Are there reliable built-in PHP functions that can accurately tell if the user supplied string ( be it supplied thru get/post/cookie etc), are in a UTF-8 or not? In other words, can I do something like

is_utf8($_GET['first_name'])

Is there anyway this function could produce a TRUE where in reality the first_name was not in UTF-8?

回答1:

Regarding 1:

You can give mb_detect_encoding a try, but it's pretty much a shot in the dark. An "encoded" string is just a bunch of bytes. Such byte sequences are often equally valid in any number of different encodings. It's therefore by definition not possible to detect an unknown encoding reliably, you can only guess.
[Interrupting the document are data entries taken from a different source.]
// target resolves one target request against the study's quantities; qs
// nil leaves out the one check that needs them (a phase margin to hold).
func target(m *aids.Model, qs []aids.Quantity, at string, t TargetRequest) (aids.Target, error) {
	kinds := map[string]aids.QuantityKind{"z": aids.ZMag, "phase": aids.ZPhase, "r": aids.ZRe, "g": aids.GainMag, "pm": aids.PhaseMargin}
	k, ok := kinds[t.Quantity]
	if !ok {
		return aids.Target{}, fieldErr(at+".quantity", "%q is not a quantity here; use \"z\" (|Z|, Ω), \"phase\" (∠Z, °), \"r\" (Re Z, Ω), \"g\" (|gain|) or \"pm\" (phase margin, °)", t.Quantity)
	}
	port := ""
	if k == aids.GainMag || k == aids.PhaseMargin {
		if t.Port != "" {
			return aids.Target{}, fieldErr(at+".port", "%q takes no port", t.Quantity)
		}
	} else {
		var names []string
		for _, pt := range m.Ports {
			names = append(names, pt.Name)
		}
		if !slices.Contains(names, t.Port) {
			return aids.Target{}, fieldErr(at+".port", "%q is not a port of the request (ports: %s)", t.Port, strings.Join(names, ", "))
		}
		port = t.Port
	}
	id := aids.QuantityID(k, port)
	switch {
	case k == aids.GainMag && m.Gain == nil:
		return aids.Target{}, fieldErr(at+".quantity", "the request has no gain")
	case k == aids.PhaseMargin && qs != nil && !slices.ContainsFunc(qs, func(q aids.Quantity) bool { return q.ID == id }):
		return aids.Target{}, fieldErr(at+".quantity", "the nominal loop has no unity crossing, so there is no phase margin to hold to a target")
	}
	if t.Op != "<" && t.Op != ">" {
		return aids.Target{}, fieldErr(at+".op", "%q: use \"<\" or \">\" (the condition that counts as a miss)", t.Op)
	}
	if math.IsNaN(t.Value) || math.IsInf(t.Value, 0) {
		return aids.Target{}, fieldErr(at+".value", "must be a finite number")
	}
	return aids.Target{ID: id, Below: t.Op == "<", Value: t.Value}, nil
}
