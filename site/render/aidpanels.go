package render

import (
	"math"
	"strconv"
	"strings"

	"zport/engine/api"
	"zport/engine/value"
	"zport/site/plot"
)

// The design-aid panels. Every number shown carries data-aid (tolerance,
// standard, sensitivity), data-quantity (the engine's quantity ID: z:PORT,
// phase:PORT, r:PORT, g, pm — or a part name for standard values),
// data-stat where one quantity has several numbers, and data-value with
// the engine's number in strconv's shortest round-trip form.

// spreadFormat returns how to write the numbers of one quantity in unit so
// that its percentiles, whose span is span, stay apart: enough significant
// digits (or, for degrees, decimals) to resolve a thousandth of the span.
func spreadFormat(unit string, mag, span float64) func(float64) string {
	if unit == "°" {
		d := 2
		if span > 0 && finite(span) {
			d = min(max(2, int(math.Ceil(-math.Log10(span)))+3), 9)
		}
		return func(v float64) string { return fixedDegrees(v, d) }
	}
	n := sig
	if span > 0 && mag > 0 && finite(span) && finite(mag) {
		n = min(max(sig, int(math.Ceil(math.Log10(mag/span)))+3), 12)
	}
	return func(v float64) string {
		switch unit {
		case "":
			return plainN(v, n)
		case "V/V":
			return plainN(v, n) + " V/V"
		}
		s := value.Format(v, unit, n)
		if strings.Contains(s, "×10^") {
			s = plainN(v, n) + " " + unit
		}
		return s
	}
}

func finite(x float64) bool { return !math.IsNaN(x) && !math.IsInf(x, 0) }

// fixedDegrees writes an angle with d decimals and a typographic minus.
func fixedDegrees(v float64, d int) string {
	s := strconv.FormatFloat(math.Abs(v), 'f', d, 64)
	if v < 0 && strings.Trim(s, "0.") != "" {
		s = "−" + s
	}
	return s + "°"
}

// percent writes a relative change as a signed percentage with three
// significant digits, e.g. "+2.59 %", "−8.51 %", "0 %".
func percent(x float64) string {
	if !finite(x) {
		return "—"
	}
	if x == 0 {
		return "0 %"
	}
	s := plainN(x*100, 3) + " %"
	if x > 0 {
		s = "+" + s
	}
	return s
}

// numSpan writes one number with its data attributes.
func (w *writer) numSpan(text string, v *float64, attrs ...string) {
	if v == nil {
		w.elem("span", "—", append(append([]string{"class", "num"}, attrs...), "data-null", "true")...)
		return
	}
	w.elem("span", text, append(append([]string{"class", "num"}, attrs...), "data-value", num(*v))...)
}

func deref(x *float64) float64 {
	if x == nil {
		return math.NaN()
	}
	return *x
}

// ---- tolerance ----

// relevant reports whether the tolerance panel lists quantity q: every
// |Z|, phase, gain and margin; Re Z only where it can reach zero or below
// (a negative resistance, as on one side of a Howland pump's balance) or a
// target names it.
func relevant(q api.QuantitySpread, res *api.ToleranceResult) bool {
	if q.Quantity != "r" {
		return true
	}
	for _, t := range res.Targets {
		if t.Quantity == "r" && t.Port == q.Port {
			return true
		}
	}
	low := math.Min(deref(q.Min), deref(q.Nominal))
	if c := q.Corners; c != nil && c.Min != nil {
		low = math.Min(low, *c.Min)
	}
	return low <= 0
}
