"""The imgui panels of the viewer. They read the Session and call the editor; nothing else.

Layout (our own): a menu bar; on the left "Bodies" (the list and the central body) above
"Marks" (drawing toggles, style, equal-time sectors); on the right "Orbit" (the element
editor and its lock) above "Numbers" (the live readout); along the bottom "Time". A help
overlay lists the shortcuts; modal prompts ask before quitting with unsaved changes and
for a file name on save-as. Every number shown carries its unit.

``Panels.report`` collects, per frame, the screen rectangles of the named inputs and the
texts of the readout, so tests (and the docs' screenshot script) can drive the window
through the X server and read what it shows.
"""

from __future__ import annotations

from collections.abc import Callable
from dataclasses import dataclass, field
from pathlib import Path
from typing import Any

import numpy as np
from imgui_bundle import imgui

from ..errors import UserInputError
from ..mission import CAUTION
from ..orbit import AU_M, DAY_S, swept_area
from ..scene.marks import MARKS
from ..units import QuantityError, parse_quantity
from .camera_input import focus, preset
from .clock import next_apsis_s
from .editor import Editor, EditRefused
from .jobs import VIDEO_QUALITIES
from .mission import (
    MAX_E,
    QuickInputs,
    body_warnings,
    circular_bodies,
    plan_transfer,
    quick_answer_rows,
    transfer_rows,
)
from .plots import orbit_profile, third_law
from .readout import body_readout, format_time
from .session import Session

__all__ = ["Panels", "Session", "scene_area", "shortcut_list"]

MENU_H = 26.0
LEFT_W = 340.0
RIGHT_W = 430.0
TIME_H = 118.0
GAP = 6.0
#: Width of a dialog's text (its path input and its wrapped problems), px.
DIALOG_TEXT_W = 640.0

AMBER = imgui.ImVec4(1.0, 0.75, 0.3, 1.0)
RED = imgui.ImVec4(1.0, 0.45, 0.4, 1.0)
DIM = imgui.ImVec4(0.65, 0.68, 0.72, 1.0)

#: Element fields in the order shown, with their labels.
ELEMENT_ROWS = (
    ("a", "a  semi-major axis"), ("e", "e  eccentricity"), ("i", "i  inclination"),
    ("raan", "RAAN  node longitude"), ("argp", "argp  arg. of periapsis"),
    ("M", "M  mean anomaly at epoch"), ("nu", "nu  true anomaly at epoch"),
)
#: The same size in the forms users think in: (label, radius field, altitude field).
FORM_ROWS = (
    ("periapsis", "periapsis", "periapsis_altitude"),
    ("apoapsis", "apoapsis", "apoapsis_altitude"),
)
LOCKS = (("auto", "natural partner"), ("a", "a and period"), ("e", "e"),
         ("periapsis", "periapsis"), ("apoapsis", "apoapsis"))
LOCKS_PER_LINE = 3
#: The tabs of the right-hand panel.
ORBIT_TABS = ("Elements", "Quick answers", "Transfer")
SHOW_LABELS = tuple((m.name, m.label) for m in MARKS)
SHORTCUTS = (
    ("Space", "play / pause"), ("Left / Right", "step one frame back / on"),
    ("[  /  ]", "halve / double the rate"), ("Home", "back to the timeline start"),
    ("P / O", "jump to the next periapsis / apoapsis (selected body)"),
    ("Ctrl+Z / Ctrl+Y", "undo / redo"), ("Ctrl+S", "save"), ("Ctrl+Shift+S", "save as"),
    ("Ctrl+O", "open another scene"), ("Ctrl+E", "export a still of the view"),
    ("Ctrl+R", "render the timeline (frames or video)"),
    ("Ctrl+N / Ctrl+D", "add a body / duplicate the selected one"),
    ("Up / Down", "select the previous / next body"),
    ("T / E", "top view / edge view"), ("G", "plots: distance and speed, third law"),
    ("F / C", "follow the selected body / the centre"),
    ("drag", "turn the view"), ("right-drag, Shift+drag", "pan"),
    ("wheel", "zoom toward the cursor"), ("Enter", "apply a typed value"),
    ("Esc", "leave a field unchanged"), ("F1 or H", "this help"),
    ("Ctrl+Q", "quit (asks first if there are unsaved changes)"),
)


def scene_area(size: tuple[int, int]) -> tuple[int, int, int, int]:
    """(x, y from the top, width, height) in px of the window left for the picture
    between the panels' home places (at least a quarter of the window each way)."""
    w, h = size
    x0 = int(LEFT_W + 2 * GAP)
    x1 = int(w - RIGHT_W - 2 * GAP)
    top = int(MENU_H)
    bottom = int(h - TIME_H - 2 * GAP)
    if x1 - x0 < w // 4:
        x0, x1 = 0, w
    if bottom - top < h // 4:
        top, bottom = 0, h
    return x0, top, x1 - x0, bottom - top


def _rect() -> tuple[float, float, float, float]:
    a, b = imgui.get_item_rect_min(), imgui.get_item_rect_max()
    return (a.x, a.y, b.x, b.y)
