@dataclass(frozen=True)
class Body:
    """One orbiting body.

    ``elements`` hold the orbit at the body's own epoch (with ``mu`` of the centre);
    ``epoch_offset_s`` is that epoch minus the scene epoch, in TDB seconds, so the body's
    state at scene time t is ``elements.after(t - epoch_offset_s)``.
    ``limit_radius_m`` bounds the drawn branch of an open conic (e >= 1).
    """

    name: str
    elements: Elements
    epoch_offset_s: float = 0.0
    color: RGB = (0.5, 0.8, 1.0)
    line_width_px: float = 2.0
    show: BodyShow = field(default_factory=BodyShow)
    sweep: Sweep | None = None
    limit_radius_m: float | None = None
    radius_m: float | None = None
    #: Legal but suspicious things about this body (one line each, without its name).
    warnings: tuple[str, ...] = ()
    #: Opacity of each mark at the frame being drawn (set per frame from the show's fades).
    fade: MarkOpacity = field(default_factory=MarkOpacity)
    #: The body's own GM (m^3/s^2); its two-body motion uses GM_centre + this.
    gm_m3_s2: float = 0.0
    #: Set when the body follows an ephemeris: its position at any time comes from there,
    #: and ``elements`` is the osculating conic at the scene epoch.
    track: Track | None = None
    #: A trajectory flown only between two scene times (s): its orbit is drawn from the
    #: first to the second, and its marker and label only in between.
    flight_s: tuple[float, float] | None = None

    def with_epoch_moved(self, shift_s: float) -> Body:
        """This body, unchanged in time, for a scene epoch moved ``shift_s`` seconds later:
        every scene time it holds (its epoch, flight, ephemeris anchor) is re-counted."""
        flight = None if self.flight_s is None else (self.flight_s[0] - shift_s,
                                                     self.flight_s[1] - shift_s)
        track = None if self.track is None else self.track.with_epoch_moved(shift_s)
        return replace(self, epoch_offset_s=self.epoch_offset_s - shift_s, flight_s=flight,
                       track=track)

    def in_flight(self, t_s: float) -> bool:
        """False outside the body's flight (always True for a body without one)."""
        return self.flight_s is None or self.flight_s[0] <= t_s <= self.flight_s[1]

    def elements_at(self, t_s: float) -> Elements:
        """The body's elements (its true anomaly) at scene time t_s; for a body that
        follows an ephemeris, the osculating conic there."""
        if self.track is not None:
            # ``elements`` is always the osculating conic at ``epoch_offset_s`` (as loaded,
            # and as ``osculating`` and ``with_epoch_moved`` keep it): no second look-up.
            if t_s == self.epoch_offset_s:
                return self.elements
            return self.track.elements_at(t_s)
        return self.elements.after(t_s - self.epoch_offset_s)

    def osculating(self, t_s: float) -> Body:
        """This body with ``elements`` the osculating conic at scene time t_s, or at its
        chosen ``osculating_epoch`` (itself when it does not follow an ephemeris)."""
        if self.track is None:
            return self
        at = t_s if self.track.osculate_s is None else self.track.osculate_s
        return replace(self, elements=self.track.elements_at(at), epoch_offset_s=at)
For this reason there exist meta information such as HTTP headers which should communicate the encoding of the transferred content. Check those if available.

Regarding 2:

mb_check_encoding($var, 'UTF-8') will tell you whether the string is a valid UTF-8 string. As far as I've seen, in recent versions of PHP it does what it says on the tin. That still doesn't mean the string is necessarily really a UTF-8 string, it just means the byte sequence is in an order that is valid in UTF-8.